父親が計画詐欺に遭い、無理心中の果てに家族をすべて失い、自らも死の淵から生き延びた少年・黒崎高志郎。彼は家族を破滅させた大物詐欺師・御木本への復讐を誓い、白サギ・赤サギといった詐欺師たちを徹底的に騙し返して被害者に金を返す「黒サギ」へと変貌を遂げる。詐欺業界のフィクサーにして宿命の敵・桂木との歪んだ主従関係が物語の軸になっている。夏原武の丁寧な実在詐欺取材に基づくリアリティと、黒丸の描く知略サスペンスが見どころ。ヒロインの氷柱や神志名刑事との正義を巡るヒリヒリした葛藤も面白く、読み始めたら止まらない詐欺バトル漫画だ!

良い所

  • 実在する巧妙な詐欺の手口や裏社会のスキームが、徹底した取材に基づきリアルに暴かれるのが最高に面白い。甘い言葉の罠から財産を守るための社会防衛の教科書として、本当に勉強になった。
  • 人を騙す詐欺師を、さらに高度な知略と変装、法律の抜け穴を駆使して完膚なきまでに騙し返すカタルシスがたまらない。二重三重に仕掛けられた騙し合いのサスペンスに、一度読みだすと最後まで一気に読めた。
  • 家族を失った黒崎が、仇である御木本の情報を詐欺界のボスである桂木から買って復讐を狙う歪んだ関係に痺れた。いつか殺し合う宿命を背負いながら互いを利用する二人の、ヒリヒリした緊張感がたまらない。
  • 法で裁こうとするヒロインの氷柱や、黒崎を執拗に追う優秀な神志名刑事との異なる正義の対立が本当に熱い。
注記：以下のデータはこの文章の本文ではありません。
def breakdown(store, experts, probs, P, names, q, shared, repeats) -> list[dict]:
    """Where an access's time goes, per policy (ns per access; best of ``repeats`` for each run).

    pool own = (the pool with a scripted policy) - driver - (the core alone with the scripted policy);
    core = the core alone with the scripted policy (what is left of it: pinning, the access loop, the
    candidate lists, calls into hooks that do nothing); policy = the pool with the policy - the pool with
    the scripted policy; and the policy's hooks replayed alone, each call timed."""
    c = store.config
    T, L, k = experts.shape
    acc = (T - P) * L * k
    out = []
    for n in names:
        # the policy's calls, logged in a first run of the core alone
        core = make_pool(store, c, q, n, shared).core
        logs = []
        for pol in distinct_policies(core):
            logs.append([])
            record_calls(pol, logs[-1])
        drive_core(core, experts, probs, P)
        best = dict.fromkeys(("driver", "pool", "pool_scripted", "core_scripted"), float("inf"))
        hooks: dict[str, float] = {}
        for _ in range(repeats):
            best["driver"] = min(best["driver"], drive(NoBookkeeping(None), experts, probs, P)[0])
            pool = make_pool(store, c, q, n, shared)
            best["pool"] = min(best["pool"], drive(pool, experts, probs, P)[0])
            pool = make_pool(store, c, q, n, shared)
            scripted(pool.core, logs)
            best["pool_scripted"] = min(best["pool_scripted"], drive(pool, experts, probs, P)[0])
            core = make_pool(store, c, q, n, shared).core
            scripted(core, logs)
            best["core_scripted"] = min(best["core_scripted"], drive_core(core, experts, probs, P))
            per = dict.fromkeys(HOOKS, 0.0)
            for pol, log in zip(distinct_policies(make_pool(store, c, q, n, shared).core), logs):
                got = replay_calls(pol, log)
                for h in HOOKS:
                    per[h] += got[h]
            for h in HOOKS:
                hooks[h] = min(hooks.get(h, float("inf")), per[h])
        ns = {key: v / acc * 1e9 for key, v in best.items()}
        row = {"policy": n, "slots_per_layer": q, "driver_ns": ns["driver"],
               "pool_own_ns": ns["pool_scripted"] - ns["driver"] - ns["core_scripted"], "core_ns": ns["core_scripted"],
               "policy_ns": ns["pool"] - ns["pool_scripted"], "total_ns": ns["pool"] - ns["driver"]}
        row.update({f"{h}_ns": hooks[h] / acc for h in HOOKS})
        row["hooks_ns"] = sum(hooks.values()) / acc
        out.append(row)
    return out
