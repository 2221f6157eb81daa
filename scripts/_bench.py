"""Shared set-up for the benchmark scripts: one BLAS thread, the repo on sys.path."""

from __future__ import annotations

import os
import sys

# Pin BLAS (and torch's intra-op pool) to one thread before numpy is imported: two-thread
# BLAS swings about 10x between runs for these small matrices on a shared 2-core machine.
for _var in ("OPENBLAS_NUM_THREADS", "OMP_NUM_THREADS", "MKL_NUM_THREADS"):
    os.environ.setdefault(_var, "1")

sys.path.insert(0, os.path.join(os.path.dirname(os.path.abspath(__file__)), ".."))

BLAS_NOTE = "BLAS pinned to one thread for every configuration"


def memcpy_bandwidth(nbytes: int = 64 << 20, repeats: int = 5) -> float:
    """This machine's plain memory-copy bandwidth in bytes/s (best of a few 64 MiB copies)."""
    import time

    import numpy as np

    src = np.ones(nbytes, np.uint8)
    dst = np.empty_like(src)
    best = float("inf")
    for _ in range(repeats):
        t0 = time.perf_counter()
        np.copyto(dst, src)
        best = min(best, time.perf_counter() - t0)
    return nbytes / best
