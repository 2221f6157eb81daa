"""moerun.files.fileio: the one set of rules every output and every user-named input goes through.

Device nodes are made with os.mknod and FIFOs with os.mkfifo inside the test's temporary directory, never
in the real /dev.  A full disk and a read-only file system are real: small tmpfs mounts (skipped where the
test may not mount).
"""

from __future__ import annotations

import os
import stat
import subprocess
import sys
from pathlib import Path

import pytest
from conftest import char_device, fifo, tmpfs

from moerun.errors import BadInput, OutputError
from moerun.files import fileio
from moerun.files.fileio import (
    atomic_dir,
    atomic_path,
    check_output,
    read_user_file,
    remove_stale_temporaries,
    write_text_atomic,
)


def _temporaries(d: Path) -> list[str]:
    return sorted(p.name for p in d.iterdir() if p.name.startswith(fileio.TMP_PREFIX))


# ---------------------------------------------------------------------------- destinations that are not ours


def test_a_character_device_destination_is_refused_and_stays_a_device(tmp_path):
    dev = char_device(tmp_path / "null")
    for force in (False, True):
        with pytest.raises(OutputError, match="character device"):
            write_text_atomic(dev, "x", force=force)
    assert stat.S_ISCHR(os.lstat(dev).st_mode)
    assert _temporaries(tmp_path) == []


def test_a_fifo_destination_is_refused_without_blocking_and_stays_a_fifo(tmp_path):
    pipe = fifo(tmp_path / "pipe")
    with pytest.raises(OutputError, match="FIFO"):
        write_text_atomic(pipe, "x", force=True)
    assert stat.S_ISFIFO(os.lstat(pipe).st_mode)


def test_a_directory_where_a_file_is_expected_is_refused(tmp_path):
    (tmp_path / "d").mkdir()
    with pytest.raises(OutputError, match="directory"):
        write_text_atomic(tmp_path / "d", "x", force=True)
    assert (tmp_path / "d").is_dir()


def test_a_symbolic_link_destination_is_refused_and_its_target_kept(tmp_path):
    target = tmp_path / "real.txt"
    target.write_text("keep")
    link = tmp_path / "link.txt"
    link.symlink_to(target)
    with pytest.raises(OutputError, match="symbolic link"):
        write_text_atomic(link, "x", force=True)
    assert link.is_symlink() and target.read_text() == "keep"


def test_a_missing_parent_directory_is_refused_not_created(tmp_path):
    with pytest.raises(OutputError, match="does not exist"):
        write_text_atomic(tmp_path / "typo" / "deeper" / "out.txt", "x")
    assert not (tmp_path / "typo").exists()


def test_a_parent_that_is_a_file_is_refused(tmp_path):
    (tmp_path / "f").write_text("a file")
    with pytest.raises(OutputError, match="not a directory"):
        write_text_atomic(tmp_path / "f" / "out.txt", "x")


def test_an_existing_file_is_replaced_only_with_force(tmp_path):
    out = tmp_path / "out.txt"
    out.write_text("old")
    with pytest.raises(OutputError, match="--force"):
        write_text_atomic(out, "new", force=False)
    assert out.read_text() == "old"
    write_text_atomic(out, "new", force=True)
    assert out.read_text() == "new"
    assert _temporaries(tmp_path) == []


def test_an_input_of_the_run_is_never_the_destination_even_with_force(tmp_path):
    src = tmp_path / "weights.bin"
    src.write_bytes(b"precious")
    alias = tmp_path / "alias.bin"
    os.link(src, alias)  # another name of the same file
    for dest in (src, alias):
        with pytest.raises(OutputError, match="input of this run"):
            write_text_atomic(dest, "x", force=True, inputs=[src])
    assert src.read_bytes() == b"precious"


def test_a_file_that_appears_during_the_write_is_kept_without_force(tmp_path):
    out = tmp_path / "out.txt"
    with pytest.raises(OutputError, match="appeared"):
        with atomic_path(out, force=False) as tmp:
            tmp.write_text("mine")
            out.write_text("someone else's")
    assert out.read_text() == "someone else's"
    assert _temporaries(tmp_path) == []


def test_a_destination_that_becomes_a_fifo_during_the_write_is_left_alone(tmp_path):
    out = tmp_path / "out.txt"
    out.write_text("old")
    with pytest.raises(OutputError):
        with atomic_path(out, force=True) as tmp:
            tmp.write_text("new")
            out.unlink()
            fifo(out)
    assert stat.S_ISFIFO(os.lstat(out).st_mode)
    assert _temporaries(tmp_path) == []


def test_the_option_name_leads_the_message(tmp_path):
    with pytest.raises(OutputError) as e:
        check_output(tmp_path / "nope" / "t.npz", what="--trace")
    assert str(e.value).startswith("--trace ")


# ---------------------------------------------------------------------------- disks that refuse


def test_a_full_disk_gives_output_error_and_leaves_no_temporary(tmp_path):
    with tmpfs(tmp_path / "small", "64k") as d:
        with pytest.raises(OutputError, match="No space left"):
            write_text_atomic(d / "big.txt", "x" * (1 << 20))
        assert not (d / "big.txt").exists()
        assert list(d.iterdir()) == []


def test_a_read_only_file_system_gives_output_error(tmp_path):
    with tmpfs(tmp_path / "ro", read_only=True) as d:
        with pytest.raises(OutputError, match="Read-only"):
            write_text_atomic(d / "out.txt", "x")


# ---------------------------------------------------------------------------- stale temporaries


def _dead_pid() -> int:
    proc = subprocess.Popen([sys.executable, "-c", "pass"])
    proc.wait()
    return proc.pid


def test_stale_temporaries_of_a_killed_run_are_removed_by_the_next_write(tmp_path):
    out = tmp_path / "model"
    dead = _dead_pid()
    stale_dir = tmp_path / f"{fileio.TMP_PREFIX}{dead}-model-abc123"
    stale_dir.mkdir()
    (stale_dir / "model.safetensors").write_bytes(b"\0" * 4096)
    stale_file = tmp_path / f"{fileio.TMP_PREFIX}{dead}-model-xyz.bin"
    stale_file.write_bytes(b"partial")
    with atomic_dir(out) as tmp:
        (tmp / "config.json").write_text("{}")
    assert not stale_dir.exists() and not stale_file.exists()
    assert (out / "config.json").is_file()


def test_temporaries_of_a_live_run_or_of_another_name_are_kept(tmp_path):
    live = tmp_path / f"{fileio.TMP_PREFIX}{os.getpid()}-out.txt-live"
    live.write_text("in progress")
    other = tmp_path / f"{fileio.TMP_PREFIX}{_dead_pid()}-other.txt-x"
    other.write_text("not this target's")
    foreign = tmp_path / ".moerun-tmp-notapid-out.txt-x"
    foreign.write_text("not named like ours")
    assert remove_stale_temporaries(tmp_path / "out.txt") == []
    assert live.exists() and other.exists() and foreign.exists()


def test_a_locked_temporary_is_kept_even_if_its_process_seems_gone(tmp_path):
    import fcntl

    t = tmp_path / f"{fileio.TMP_PREFIX}{_dead_pid()}-out.txt-x"
    t.write_text("held")
    fd = os.open(t, os.O_RDONLY)
    try:
        fcntl.flock(fd, fcntl.LOCK_EX)
        assert remove_stale_temporaries(tmp_path / "out.txt") == []
        assert t.exists()
    finally:
        os.close(fd)


# ---------------------------------------------------------------------------- directory outputs


def _model_dir(d: Path, extra: str | None = None) -> Path:
    d.mkdir()
    (d / "config.json").write_text('{"format": "moerun/1"}')
    (d / "model.safetensors").write_bytes(b"old weights")
    if extra:
        (d / extra).write_text("the user's")
    return d


def test_a_directory_output_replaces_only_a_model_directory_with_force(tmp_path):
    out = _model_dir(tmp_path / "m")
    with pytest.raises(OutputError, match="--force"):
        with atomic_dir(out) as tmp:
            (tmp / "config.json").write_text("{}")
    with atomic_dir(out, force=True) as tmp:
        (tmp / "config.json").write_text('{"new": 1}')
    assert (out / "config.json").read_text() == '{"new": 1}' and not (out / "model.safetensors").exists()
    assert _temporaries(tmp_path) == []


def test_a_directory_holding_other_files_is_never_replaced_even_with_force(tmp_path):
    out = _model_dir(tmp_path / "m", extra="notes.txt")
    with pytest.raises(OutputError, match="notes.txt"):
        with atomic_dir(out, force=True) as tmp:
            (tmp / "config.json").write_text("{}")
    assert (out / "notes.txt").read_text() == "the user's"


def test_a_directory_output_inside_or_around_its_source_is_refused(tmp_path):
    src = _model_dir(tmp_path / "src")
    for out in (src, src / "inner", tmp_path):
        with pytest.raises(OutputError, match="source model"):
            with atomic_dir(out, force=True, protect=[src]):
                pass
    assert (src / "model.safetensors").read_bytes() == b"old weights"


def test_a_directory_that_appears_during_the_run_is_kept(tmp_path):
    out = tmp_path / "m"
    with pytest.raises(OutputError, match="appeared"):
        with atomic_dir(out) as tmp:
            (tmp / "config.json").write_text("{}")
            _model_dir(out)
    assert (out / "model.safetensors").read_bytes() == b"old weights"
    assert _temporaries(tmp_path) == []


def test_a_failed_directory_write_leaves_nothing(tmp_path):
    out = tmp_path / "m"
    with pytest.raises(RuntimeError):
        with atomic_dir(out) as tmp:
            (tmp / "config.json").write_text("{}")
            raise RuntimeError("injected")
    assert list(tmp_path.iterdir()) == []


# ---------------------------------------------------------------------------- inputs


def test_a_fifo_input_is_refused_at_once_instead_of_blocking(tmp_path):
    pipe = fifo(tmp_path / "in.txt")
    with pytest.raises(BadInput, match="FIFO"):
        read_user_file(pipe, BadInput)


def test_a_device_input_is_refused_instead_of_read_without_end(tmp_path):
    dev = char_device(tmp_path / "zero", minor=5)
    with pytest.raises(BadInput, match="character device"):
        read_user_file(dev, BadInput)


def test_an_input_larger_than_its_limit_is_refused(tmp_path):
    f = tmp_path / "big.txt"
    f.write_bytes(b"x" * 1000)
    with pytest.raises(BadInput, match="more than"):
        read_user_file(f, BadInput, limit=999)
    assert read_user_file(f, BadInput, limit=1000) == b"x" * 1000
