"""moerun.files.bitpack: low-bit codes packed planar into bytes, and unpacked into buffers allocated once.

The layout (docs/design/quant.md) is written out again below one code at a time, plainly, as the reference: with
k = 8 // width codes per byte and m = ceil(n / k) bytes, byte j holds codes j, j + m, j + 2m, ... from the
least significant bits up; 3-bit codes are their low two bits as a 2-bit stream followed by their high
bit as a 1-bit stream.  The 1-bit stream is also checked against numpy.packbits (bitorder="little"), an
independent packer, on the same planes.
"""

from __future__ import annotations

import numpy as np
import pytest
from hypothesis import given, settings
from hypothesis import strategies as st

from moerun.files.bitpack import (
    ceil_div,
    pack_codes,
    packed_nbytes,
    unpack_codes,
    unpack_into,
    unpack_scratch_len,
    unpacked_len,
)


def _reference_planar(codes: list[int], width: int) -> bytes:
    per = 8 // width
    m = -(-len(codes) // per)
    out = bytearray(m)
    for i, c in enumerate(codes):
        plane, j = divmod(i, m)
        out[j] |= c << (width * plane)
    return bytes(out)


def _reference_pack(codes: list[int], bits: int) -> bytes:
    if bits == 8:
        return bytes(codes)
    if bits in (4, 2):
        return _reference_planar(codes, bits)
    return _reference_planar([c & 3 for c in codes], 2) + _reference_planar([c >> 2 for c in codes], 1)


@settings(max_examples=200, deadline=None)
@given(st.sampled_from([8, 4, 3, 2]), st.integers(1, 300), st.data())
def test_packing_follows_the_documented_layout_and_unpacks_back(bits, n, data):
    codes = data.draw(st.lists(st.integers(0, (1 << bits) - 1), min_size=n, max_size=n))
    packed = pack_codes(np.array(codes, np.uint8), bits)
    assert packed.tobytes() == _reference_pack(codes, bits)
    assert packed.size == packed_nbytes(n, bits)
    assert unpack_codes(packed, bits, n).tolist() == codes


@settings(max_examples=100, deadline=None)
@given(st.integers(1, 200), st.data())
def test_the_high_bit_stream_of_3_bit_codes_matches_numpy_packbits(n, data):
    codes = np.array(data.draw(st.lists(st.integers(0, 7), min_size=n, max_size=n)), np.uint8)
    packed = pack_codes(codes, 3)
    m2, m1 = ceil_div(n, 4), ceil_div(n, 8)
    high = np.zeros(8 * m1, np.uint8)
    high[:n] = codes >> 2
    # planar: byte j holds high bits j, j + m1, ..., so byte j's bits are column j of the 8 x m1 planes
    ref = np.packbits(high.reshape(8, m1).T, axis=1, bitorder="little").reshape(-1)
    assert np.array_equal(packed[m2 : m2 + m1], ref)


@pytest.mark.parametrize("bits", [8, 4, 3, 2])
def test_unpack_into_needs_no_more_than_the_buffers_it_asks_for(bits):
    for n in range(1, 70):
        codes = (np.arange(n) % (1 << bits)).astype(np.uint8)
        out = np.full(unpacked_len(n, bits), 255, np.uint8)
        tmp = np.empty(unpack_scratch_len(n, bits), np.uint8) if bits == 3 else None
        unpack_into(pack_codes(codes, bits), bits, n, out, tmp)
        assert np.array_equal(out[:n], codes), (bits, n)


def test_codes_that_do_not_fit_and_unknown_widths_are_refused():
    with pytest.raises(ValueError, match="does not fit"):
        pack_codes(np.array([4], np.uint8), 2)
    with pytest.raises(ValueError, match="cannot pack"):
        pack_codes(np.array([1], np.uint8), 5)
    with pytest.raises(ValueError, match="cannot hold"):
        unpack_codes(np.zeros(3, np.uint8), 4, 8)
綺麗事だけではない、それぞれの引けない信念がぶつかり合う重厚な人間ドラマに毎度胸が熱くなる。
  • とにかく1話ごとの事件解決のテンポが素晴らしく、知略サスペンスとしての完成度が抜群に高い。現実の時事問題をテーマにした巧妙な詐欺バトルに、ページを止めるのがとにかくつらかった。

悪い所

  • 複雑な金融取引やダミー会社の仕組みを説明するため、全体的に解説テキストが多くて難解に感じられた。サクサクと直感的なアクションを期待する人にとっては、説明だらけでテンポが遅くて読むのに疲れる。
  • 被害者が騙され、黒崎が情報を買って騙し返して大金を回収するという基本の展開がお決まりのワンパターンで飽きる。何十冊もまとめて一気読みすると、さすがに同じパターンの繰り返しに感じてしまう。
  • 法律での解決を頑なに主張して黒崎を犯罪者呼ばわりする、ヒロイン氷柱の綺麗事ばかりな正義感にイライラした。復讐に命を懸ける黒崎の足を引っ張るお邪魔キャラに見えてしまい、私には少々合わなかった。
  • 黒丸先生の連載初期の作画について、一部のコマやキャラクターのデッサンや線の粗さが気になってしまった。巻数を重ねるごとに見違えるほど上達していくが、最初のうちは少し古臭い絵柄に馴染みにくかった。
  • 詐欺で騙された大金を取り返した後に、毎回必ず黒崎が多額の手数料を取る容赦のないビジネスライクな現実に少しもやもやした。ハッピーエンドを期待する私には、少々冷徹すぎるシステムに冷めてしまう。